■ **Task prompt**: Once the line with "if (delta === 0) return;" is found in the data, output it and each following line exactly, up to and including the line with "const box = multiline", and nothing before or after.

Records excerpted from a collection
——

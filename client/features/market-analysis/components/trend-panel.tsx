import type { ReactNode } from 'react';
import type { FitSummary, Trend } from '@contracts/analysis';
import type { FigureFormat } from '../lib/figure-format';
import type { SaleLookup } from '../lib/sale-lookup';
import { FigureList } from './figure-list';
import { TrendChart } from './trend-chart';

interface Props {
  trend: Trend | undefined;
  flaggedIds: ReadonlySet<number>;
  format: FigureFormat;
  lookup: SaleLookup;
  onOpen: (saleId: number) => void;
  chartHeight: number;
  /** The time-adjustment switch, set under the rate. */
  control: ReactNode;
}

/** The monthly rate in words and figures, then the trend chart; a refusal in words when there is no trend. */
export function TrendPanel({ trend, flaggedIds, format, lookup, onOpen, chartHeight, control }: Props) {
  if (!trend?.fit || trend.refusal) {
    return (
      <div className="flex flex-col gap-4">
        <p className="text-[0.9375rem] text-ink-soft" data-testid="trend-refusal">
          {trend?.refusal?.message ?? 'No market-conditions trend could be fitted to these sales.'}
        </p>
        {control}
      </div>
    );
  }
  const fit: FitSummary = trend.fit;
  // The slope is per month *before* the effective date, so a rising market has a negative slope:
  // the rate and its interval are the slope's, negated, as a fraction of the mean price per area.
  const rateLow = fit.yMean > 0 ? -fit.slopeInterval[1] / fit.yMean : null;
  const rateHigh = fit.yMean > 0 ? -fit.slopeInterval[0] / fit.yMean : null;
  const spansZero = rateLow !== null && rateHigh !== null && rateLow < 0 && rateHigh > 0;

  return (
    <div className="grid gap-x-8 gap-y-5 lg:grid-cols-[minmax(0,1fr)_minmax(0,1.4fr)]">
      <div className="flex flex-col gap-3">
        <div className="flex flex-wrap items-baseline gap-x-3 gap-y-1">
          <p className="figures text-2xl leading-none text-ink" data-figure="monthly-rate">
            {trend.monthlyRate === null ? 'not defined' : format.monthlyPercent(trend.monthlyRate)}
          </p>
          <p className="text-[0.875rem] text-ink-soft">
            a month, as a share of the mean price per {format.unit} ({format.rateAmount(fit.yMean)})
          </p>
        </div>
        <FigureList
          label="Figures of the market-conditions trend"
          rows={[
            {
              name: 'rate-interval',
              label: '95% interval of the monthly rate',
              value: rateLow === null || rateHigh === null ? 'not defined' : `${format.monthlyPercent(rateLow)} to ${format.monthlyPercent(rateHigh)}`,
              detail: spansZero ? 'spans zero: cannot be told apart from no change' : undefined,
            },
            { name: 'trend-n', label: 'Sales (n)', value: format.count(fit.n) },
            { name: 'trend-r-squared', label: 'R²', value: fit.rSquared === null ? 'not defined' : format.ratio(fit.rSquared) },
          ]}
        />
        <div className="mt-2">{control}</div>
      </div>
      <figure aria-label={`Price per ${format.unit} against months before the effective date, ${fit.n} sales`} data-chart="trend" className="-mx-2 self-center">
        <TrendChart trend={{ ...trend, fit }} flaggedIds={flaggedIds} format={format} lookup={lookup} onOpen={onOpen} height={chartHeight} />
      </figure>
    </div>
  );
}
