import type { ReactNode } from 'react';

/** A sheet of the analysis: a short title, one line on how to read it, then its content. */
export function AnalysisCard({
  title,
  description,
  aside,
  children,
  className = '',
  labelId,
}: {
  title: string;
  description?: ReactNode;
  aside?: ReactNode;
  children: ReactNode;
  className?: string;
  labelId?: string;
}) {
  return (
    <section aria-labelledby={labelId} className={`flex min-w-0 flex-col rounded-lg border border-rule bg-paper-raised ${className}`}>
      <header className="flex flex-wrap items-start justify-between gap-x-6 gap-y-2 border-b border-rule px-5 pt-4 pb-3">
        <div className="min-w-0">
          <h3 id={labelId} className="text-base font-semibold text-ink">
            {title}
          </h3>
          {description && <p className="mt-0.5 text-[0.875rem] text-ink-soft">{description}</p>}
        </div>
        {aside}
      </header>
      <div className="flex min-w-0 flex-1 flex-col px-5 py-4">{children}</div>
    </section>
  );
}
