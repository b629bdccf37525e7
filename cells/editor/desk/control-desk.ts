import type { CellOf, StudyChange, StudyDocument } from "../../document";
import { drawSeed } from "../controls/draw-seed";
import { el, replaceChildren, uniqueId } from "../dom/element";
import { parseTyped } from "../forms/fields";
import type { EditorCellState } from "../run/status-words";
import { type ParameterControl, parameterControl } from "./parameter-control";

/** What the desk asks of the page. */
export interface ControlDeskHost {
  apply(changes: readonly StudyChange[], label: string, mergeKey?: string): string | undefined;
  /** Whether transport solves start from the last potentials while tuning. */
  warmWhileTuning(): boolean;
  setWarmWhileTuning(on: boolean): void;
  /** Moves focus to a cell of the study column. */
  focusCell(id: string): void;
}

/** Counts of cell states, for the desk's summary line. */
export interface RunSummary {
  readonly ready: number;
  readonly busy: number;
  readonly failed: number;
  readonly held: number;
  /** Cells with cautions: id, name and the cautions. */
  readonly cautions: readonly { readonly id: string; readonly name: string; readonly cautions: readonly string[] }[];
}

/**
 * The control desk: a side panel gathering every parameter of the study, so a
 * user can tune epsilon, penalties, sample sizes or seeds while watching the
 * results in the column; plus the study seed, the warm-start choice for tuning,
 * and a summary of where the run stands with the cautions it raised.
 */
export class ControlDesk {
  readonly root: HTMLElement;
  private readonly host: ControlDeskHost;
  private readonly list: HTMLElement;
  private readonly seedBox: HTMLInputElement;
  private readonly seedProblem: HTMLElement;
  private readonly summary: HTMLElement;
  private readonly cautionList: HTMLElement;
  private readonly controls = new Map<string, ParameterControl>();
  private cautionKey = "";
  /** The seed box holds typed text not yet sent (a change from elsewhere must not overwrite it). */
  private seedTyping = false;

  constructor(host: ControlDeskHost) {
    this.host = host;
    this.list = el("div", { class: "cp-desk-list", "data-testid": "desk-parameters" });
    const seedId = uniqueId("seed");
    this.seedBox = el("input", { id: seedId, type: "text", inputmode: "numeric", class: "cp-input cp-param-entry", autocomplete: "off", "data-testid": "study-seed" });
    this.seedProblem = el("p", { class: "cp-field-problem", role: "alert", hidden: true });
    const setSeed = (seed: number) => {
      const problem = host.apply([{ type: "set-seed", seed }], "study seed");
      this.seedProblem.hidden = problem === undefined;
      this.seedProblem.textContent = problem ?? "";
    };
    this.seedBox.addEventListener("input", () => (this.seedTyping = true));
    this.seedBox.addEventListener("change", () => {
      this.seedTyping = false;
      const v = parseTyped(this.seedBox.value);
      if (typeof v !== "number") {
        this.seedProblem.hidden = false;
        this.seedProblem.textContent = "the seed is a whole number from 0 to 4294967295";
        return;
      }
      setSeed(v);
    });
    const warmId = uniqueId("warm");
    const warm = el("input", { id: warmId, type: "checkbox", class: "cp-check", "data-testid": "warm-while-tuning" });
    warm.checked = host.warmWhileTuning();
    warm.addEventListener("change", () => host.setWarmWhileTuning(warm.checked));
    this.summary = el("p", { class: "cp-run-summary", "data-testid": "run-summary", role: "status", "aria-live": "polite" });
    this.cautionList = el("div", { class: "cp-desk-cautions" });
    this.root = el(
      "aside",
      { class: "cp-desk", "aria-labelledby": "cp-desk-title", "data-testid": "control-desk", tabindex: -1 },
      el("h2", { id: "cp-desk-title", class: "cp-desk-title", text: "Control desk" }),
      el("p", { class: "cp-desk-lede", text: "Every parameter of the study in one place. A change re-runs only the cells that depend on it." }),
      this.list,
      el(
        "section",
        { class: "cp-desk-section", "aria-label": "Study seed" },
        el("h3", { text: "Study seed" }),
        el(
          "div",
          { class: "cp-param-row" },
          el("label", { for: seedId, class: "cp-visually-hidden", text: "Study seed" }),
          this.seedBox,
          el("button", { type: "button", class: "cp-small-button", text: "New draw", "aria-label": "Draw a new study seed", "data-testid": "reroll-study-seed", on: { click: () => setSeed(drawSeed()) } }),
        ),
        el("p", { class: "cp-field-hint", text: "Cells whose seed is “from the study” draw again when it changes." }),
        this.seedProblem,
      ),
      el(
        "section",
        { class: "cp-desk-section", "aria-label": "Tuning" },
        el("h3", { text: "While tuning" }),
        el("div", { class: "cp-field cp-field-check" }, el("div", { class: "cp-field-control" }, warm, el("label", { for: warmId, text: "Start each transport from its last potentials" }))),
        el("p", { class: "cp-field-hint", text: "Re-solving after a change of ε or ρ starts where the cell's last solve ended: far fewer iterations, the same answer within the tolerance. The file is not changed; sweeps always start cold." }),
      ),
      el("section", { class: "cp-desk-section", "aria-label": "Run" }, el("h3", { text: "Run" }), this.summary, this.cautionList),
    );
  }

  /** Shows the study's parameter cells (kept, updated in place, added or dropped) and its seed. */
  render(study: StudyDocument): void {
    if (!this.seedTyping) this.seedBox.value = String(study.seed ?? 0);
    const cells = study.cells.filter((c): c is CellOf<"parameter"> => c.kind === "parameter");
    const keep = new Set(cells.map((c) => c.id));
    for (const [id, control] of this.controls) {
      if (!keep.has(id)) {
        control.root.remove();
        this.controls.delete(id);
      }
    }
    const order: HTMLElement[] = [];
    for (const cell of cells) {
      let control = this.controls.get(cell.id);
      if (!control || !control.update(cell)) {
        const fresh = parameterControl(cell, (value, { merge }) =>
          this.host.apply([{ type: "set-setting", id: cell.id, path: "value", value }], `set ${cell.name ?? cell.id}`, merge ? `param:${cell.id}` : undefined),
        );
        control?.root.replaceWith(fresh.root);
        control = fresh;
        this.controls.set(cell.id, control);
      }
      order.push(control.root);
    }
    if (cells.length === 0) {
      replaceChildren(this.list, el("p", { class: "cp-desk-empty", text: "No parameters yet. Insert a parameter cell, then link a setting to it (a number field's “from …” choice)." }));
      return;
    }
    // Reorder only when the order changed, so a control in use keeps its focus.
    const current = Array.from(this.list.children);
    if (current.length !== order.length || current.some((node, k) => node !== order[k])) replaceChildren(this.list, ...order);
  }

  /** Shows where the run stands and the cautions it raised, each linked to its cell. */
  showSummary(summary: RunSummary): void {
    const parts = [`${summary.ready} ready`];
    if (summary.busy > 0) parts.push(`${summary.busy} working`);
    if (summary.failed > 0) parts.push(`${summary.failed} failed`);
    if (summary.held > 0) parts.push(`${summary.held} held`);
    const line = parts.join(" · ");
    if (this.summary.textContent !== line) this.summary.textContent = line;
    // Called every frame while cells run: rebuild the list only when it changed.
    const key = JSON.stringify(summary.cautions);
    if (key === this.cautionKey) return;
    this.cautionKey = key;
    if (summary.cautions.length === 0) {
      replaceChildren(this.cautionList);
      return;
    }
    const list = el("ul", { class: "cp-caution-links" });
    for (const item of summary.cautions) {
      list.append(
        el(
          "li",
          {},
          el("button", { type: "button", class: "cp-link-button", text: item.name, on: { click: () => this.host.focusCell(item.id) } }),
          `: ${item.cautions[0]}${item.cautions.length > 1 ? ` (+${item.cautions.length - 1} more)` : ""}`,
        ),
      );
    }
    replaceChildren(this.cautionList, el("p", { class: "cp-cautions-label", text: "Keep in mind" }), list);
  }

  /** Moves focus to the control of parameter cell `id`. */
  focusParameter(id: string): void {
    const control = this.controls.get(id);
    if (!control) return;
    control.root.scrollIntoView({ block: "nearest" });
    control.focus();
  }
}

/** Counts states for {@link ControlDesk.showSummary}. */
export function countStates(states: Iterable<EditorCellState>): { ready: number; busy: number; failed: number; held: number } {
  const out = { ready: 0, busy: 0, failed: 0, held: 0 };
  for (const s of states) {
    if (s.status === "done") out.ready++;
    else if (s.status === "failed") out.failed++;
    else if (s.status === "held") out.held++;
    else out.busy++;
  }
  return out;
}
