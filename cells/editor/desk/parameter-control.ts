import type { CellOf } from "../../document";
import type { ParameterSettings } from "../../kinds/parameter/settings";
import { drawSeed } from "../controls/draw-seed";
import { LOG_SLIDER_STEPS, linearValue, logPosition, logValue } from "../controls/log-scale";
import { el, uniqueId } from "../dom/element";
import { parseTyped } from "../forms/fields";

/** What a control does with a new value: write it (one undo step per drag) and answer with a problem, if any. */
export type SetParameter = (value: unknown, options: { merge: boolean }) => string | undefined;

/** A control at the desk: its element and a way to show a value changed elsewhere (undo, reload). */
export interface ParameterControl {
  readonly root: HTMLElement;
  /** Shows the cell's new settings without rebuilding while the user is using the control. */
  update(cell: CellOf<"parameter">): boolean;
  focus(): void;
}

const SLIDER_STEPS = 1000;
/** Least time between two writes while dragging, ms: the newest position always lands. */
const DRAG_INTERVAL = 90;

function shown(value: unknown): string {
  return typeof value === "number" ? String(value) : String(value ?? "");
}

/** Calls `run` at most once per `interval` ms while called repeatedly, always ending with the last call. */
function throttle<T>(run: (value: T) => void, interval: number): (value: T) => void {
  let last = 0;
  let timer: ReturnType<typeof setTimeout> | null = null;
  let pending: T;
  return (value) => {
    pending = value;
    const wait = last + interval - performance.now();
    if (wait <= 0 && timer === null) {
      last = performance.now();
      run(value);
      return;
    }
    if (timer !== null) return;
    timer = setTimeout(() => {
      timer = null;
      last = performance.now();
      run(pending);
    }, Math.max(0, wait));
  };
}

/**
 * The control of one parameter cell at the control desk:
 * - number: a slider and an entry box; log-range: a slider that moves evenly in
 *   log(value) (1000 steps, values rounded to 3 significant digits) and an entry
 *   box for any exact value within the range;
 * - integer: an entry with − and + (and a slider when bounded);
 * - choice: buttons for up to five options, else a drop-down;
 * - toggle: a switch; text: a box; seed: an entry and a "new draw" button.
 * Dragging writes the value as it moves (throttled), as one undo step.
 */
export function parameterControl(cell: CellOf<"parameter">, set: SetParameter): ParameterControl {
  let settings = cell.settings as ParameterSettings;
  const name = cell.name ?? cell.id;
  const id = uniqueId("param");
  const labelText = settings.label ?? name;
  const problem = el("p", { class: "cp-field-problem", role: "alert", hidden: true });
  const say = (message: string | undefined) => {
    problem.hidden = message === undefined;
    problem.textContent = message ?? "";
  };
  const root = el("div", { class: `cp-param cp-param-${settings.control}`, "data-testid": "desk-parameter", "data-param": name, "data-cell-id": cell.id });
  const head = el("div", { class: "cp-param-head" }, el("label", { for: id, class: "cp-param-label", text: labelText }), el("code", { class: "cp-param-name", text: name }));
  root.append(head);
  let refresh: (s: ParameterSettings) => void = () => {};
  let focusTarget: HTMLElement | null = null;
  const unit = () => (settings.unit ? el("span", { class: "cp-unit", text: settings.unit }) : null);
  // Boxes holding typed text not yet sent: a value changed elsewhere (undo) must not overwrite it.
  const typing = new Set<HTMLElement>();
  const idle = (box: HTMLElement) => !typing.has(box);

  const entry = (integer: boolean) => {
    const box = el("input", { type: "text", class: "cp-input cp-param-entry", inputmode: integer ? "numeric" : "decimal", autocomplete: "off", spellcheck: "false", "aria-label": `${labelText}: exact value` });
    box.value = shown(settings.value);
    const send = () => {
      const v = parseTyped(box.value);
      if (v === "bad" || v === undefined) return say(`"${box.value.trim()}" is not a number`);
      typing.delete(box);
      say(set(v, { merge: false }));
    };
    box.addEventListener("input", () => typing.add(box));
    box.addEventListener("change", send);
    box.addEventListener("keydown", (e) => {
      if (e.key === "Enter") {
        e.preventDefault();
        send();
      }
    });
    return box;
  };

  switch (settings.control) {
    case "number":
    case "log-range": {
      const log = settings.control === "log-range";
      const slider = el("input", { type: "range", id, class: "cp-slider", min: 0, max: log ? LOG_SLIDER_STEPS : SLIDER_STEPS, step: 1 });
      const box = entry(false);
      const position = (s: ParameterSettings & { min: number; max: number; value: number }) =>
        log ? logPosition(s.value, s.min, s.max) : Math.round(((s.value - s.min) / (s.max - s.min)) * SLIDER_STEPS);
      const write = throttle((v: number) => say(set(v, { merge: true })), DRAG_INTERVAL);
      slider.addEventListener("input", () => {
        const s = settings as ParameterSettings & { min: number; max: number };
        const pos = Number(slider.value);
        const v = log ? logValue(pos, s.min, s.max) : linearValue(pos, s.min, s.max, SLIDER_STEPS, (s as { step?: number }).step);
        box.value = String(v);
        slider.setAttribute("aria-valuetext", `${v}${settings.unit ? ` ${settings.unit}` : ""}`);
        write(v);
      });
      const ends = el("div", { class: "cp-slider-ends", "aria-hidden": "true" });
      refresh = (s) => {
        const r = s as ParameterSettings & { min: number; max: number; value: number };
        slider.value = String(position(r));
        slider.setAttribute("aria-valuetext", `${r.value}${s.unit ? ` ${s.unit}` : ""}`);
        if (idle(box)) box.value = shown(r.value);
        ends.replaceChildren(el("span", { text: String(r.min) }), el("span", { text: log ? "log scale" : "" }), el("span", { text: String(r.max) }));
      };
      root.append(el("div", { class: "cp-param-row" }, slider, box, unit()), ends);
      focusTarget = slider;
      break;
    }
    case "integer": {
      const box = entry(true);
      box.id = id;
      const step = () => (settings as { step?: number }).step ?? 1;
      const nudge = (sign: number) => () => {
        const s = settings as { value: number; min?: number; max?: number };
        let v = s.value + sign * step();
        if (s.min !== undefined) v = Math.max(s.min, v);
        if (s.max !== undefined) v = Math.min(s.max, v);
        say(set(v, { merge: true }));
      };
      const row = el(
        "div",
        { class: "cp-param-row" },
        el("button", { type: "button", class: "cp-step", text: "−", "aria-label": `${labelText}: less`, on: { click: nudge(-1) } }),
        box,
        el("button", { type: "button", class: "cp-step", text: "+", "aria-label": `${labelText}: more`, on: { click: nudge(1) } }),
        unit(),
      );
      root.append(row);
      const s0 = settings as { min?: number; max?: number };
      let slider: HTMLInputElement | null = null;
      if (s0.min !== undefined && s0.max !== undefined) {
        slider = el("input", { type: "range", class: "cp-slider", min: s0.min, max: s0.max, step: step(), "aria-label": `${labelText}: slider` });
        const write = throttle((v: number) => say(set(v, { merge: true })), DRAG_INTERVAL);
        slider.addEventListener("input", () => {
          box.value = slider!.value;
          write(Number(slider!.value));
        });
        root.append(slider);
      }
      refresh = (s) => {
        if (idle(box)) box.value = shown(s.value);
        if (slider) slider.value = shown(s.value);
      };
      focusTarget = box;
      break;
    }
    case "choice": {
      const options = settings.options;
      if (options.length <= 5) {
        const group = el("div", { class: "cp-choice", role: "radiogroup", "aria-label": labelText, id });
        const buttons = options.map((option) =>
          el("button", {
            type: "button",
            role: "radio",
            class: "cp-choice-button",
            text: String(option),
            on: { click: () => say(set(option, { merge: false })) },
          }),
        );
        // Arrow keys move between options, as in a radio group.
        group.addEventListener("keydown", (e) => {
          const k = buttons.indexOf(document.activeElement as HTMLButtonElement);
          if (k < 0) return;
          const delta = e.key === "ArrowRight" || e.key === "ArrowDown" ? 1 : e.key === "ArrowLeft" || e.key === "ArrowUp" ? -1 : 0;
          if (delta === 0) return;
          e.preventDefault();
          const next = buttons[(k + delta + buttons.length) % buttons.length];
          next.focus();
          next.click();
        });
        group.append(...buttons);
        root.append(group);
        refresh = (s) =>
          buttons.forEach((b, k) => {
            const on = (s as { value: unknown }).value === options[k];
            b.setAttribute("aria-checked", String(on));
            b.tabIndex = on ? 0 : -1;
          });
        focusTarget = group;
      } else {
        const select = el("select", { id, class: "cp-input cp-select" }, ...options.map((o, k) => el("option", { value: String(k), text: String(o) })));
        select.addEventListener("change", () => say(set(options[Number(select.value)], { merge: false })));
        root.append(select);
        refresh = (s) => (select.value = String(options.indexOf((s as { value: string | number }).value)));
        focusTarget = select;
      }
      break;
    }
    case "toggle": {
      const box = el("input", { type: "checkbox", id, role: "switch", class: "cp-switch" });
      box.addEventListener("change", () => say(set(box.checked, { merge: false })));
      root.append(el("div", { class: "cp-param-row" }, box, el("span", { class: "cp-switch-words", "aria-hidden": "true" })));
      refresh = (s) => {
        box.checked = s.value === true;
        (root.querySelector(".cp-switch-words") as HTMLElement).textContent = s.value === true ? "on" : "off";
      };
      focusTarget = box;
      break;
    }
    case "text": {
      const multiline = settings.multiline === true;
      const box = multiline ? el("textarea", { id, class: "cp-input cp-textarea", rows: 3 }) : el("input", { id, type: "text", class: "cp-input", autocomplete: "off" });
      box.addEventListener("input", () => typing.add(box));
      box.addEventListener("change", () => {
        typing.delete(box);
        say(set(box.value, { merge: false }));
      });
      root.append(box);
      refresh = (s) => {
        if (idle(box)) box.value = String(s.value);
      };
      focusTarget = box;
      break;
    }
    case "seed": {
      const box = entry(true);
      box.id = id;
      root.append(
        el(
          "div",
          { class: "cp-param-row" },
          box,
          el("button", { type: "button", class: "cp-small-button", "data-testid": "reroll-seed", text: "New draw", "aria-label": `${labelText}: draw a new seed`, on: { click: () => say(set(drawSeed(), { merge: false })) } }),
        ),
      );
      refresh = (s) => {
        if (idle(box)) box.value = shown(s.value);
      };
      focusTarget = box;
      break;
    }
  }
  root.append(problem);
  refresh(settings);
  return {
    root,
    update(next) {
      const s = next.settings as ParameterSettings;
      // A different control, label or range needs a new element; a new value does not.
      const { value: _a, ...restA } = settings as unknown as Record<string, unknown>;
      const { value: _b, ...restB } = s as unknown as Record<string, unknown>;
      if (JSON.stringify(restA) !== JSON.stringify(restB) || (next.name ?? next.id) !== name) return false;
      settings = s;
      refresh(s);
      return true;
    },
    focus: () => focusTarget?.focus(),
  };
}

——

■ **Expected answer**:
          if (delta === 0) return;
          e.preventDefault();
          const next = buttons[(k + delta + buttons.length) % buttons.length];
          next.focus();
          next.click();
        });
        group.append(...buttons);
        root.append(group);
        refresh = (s) =>
          buttons.forEach((b, k) => {
            const on = (s as { value: unknown }).value === options[k];
            b.setAttribute("aria-checked", String(on));
            b.tabIndex = on ? 0 : -1;
          });
        focusTarget = group;
      } else {
        const select = el("select", { id, class: "cp-input cp-select" }, ...options.map((o, k) => el("option", { value: String(k), text: String(o) })));
        select.addEventListener("change", () => say(set(options[Number(select.value)], { merge: false })));
        root.append(select);
        refresh = (s) => (select.value = String(options.indexOf((s as { value: string | number }).value)));
        focusTarget = select;
      }
      break;
    }
    case "toggle": {
      const box = el("input", { type: "checkbox", id, role: "switch", class: "cp-switch" });
      box.addEventListener("change", () => say(set(box.checked, { merge: false })));
      root.append(el("div", { class: "cp-param-row" }, box, el("span", { class: "cp-switch-words", "aria-hidden": "true" })));
      refresh = (s) => {
        box.checked = s.value === true;
        (root.querySelector(".cp-switch-words") as HTMLElement).textContent = s.value === true ? "on" : "off";
      };
      focusTarget = box;
      break;
    }
    case "text": {
      const multiline = settings.multiline === true;
      const box = multiline ? el("textarea", { id, class: "cp-input cp-textarea", rows: 3 }) : el("input", { id, type: "text", class: "cp-input", autocomplete: "off" });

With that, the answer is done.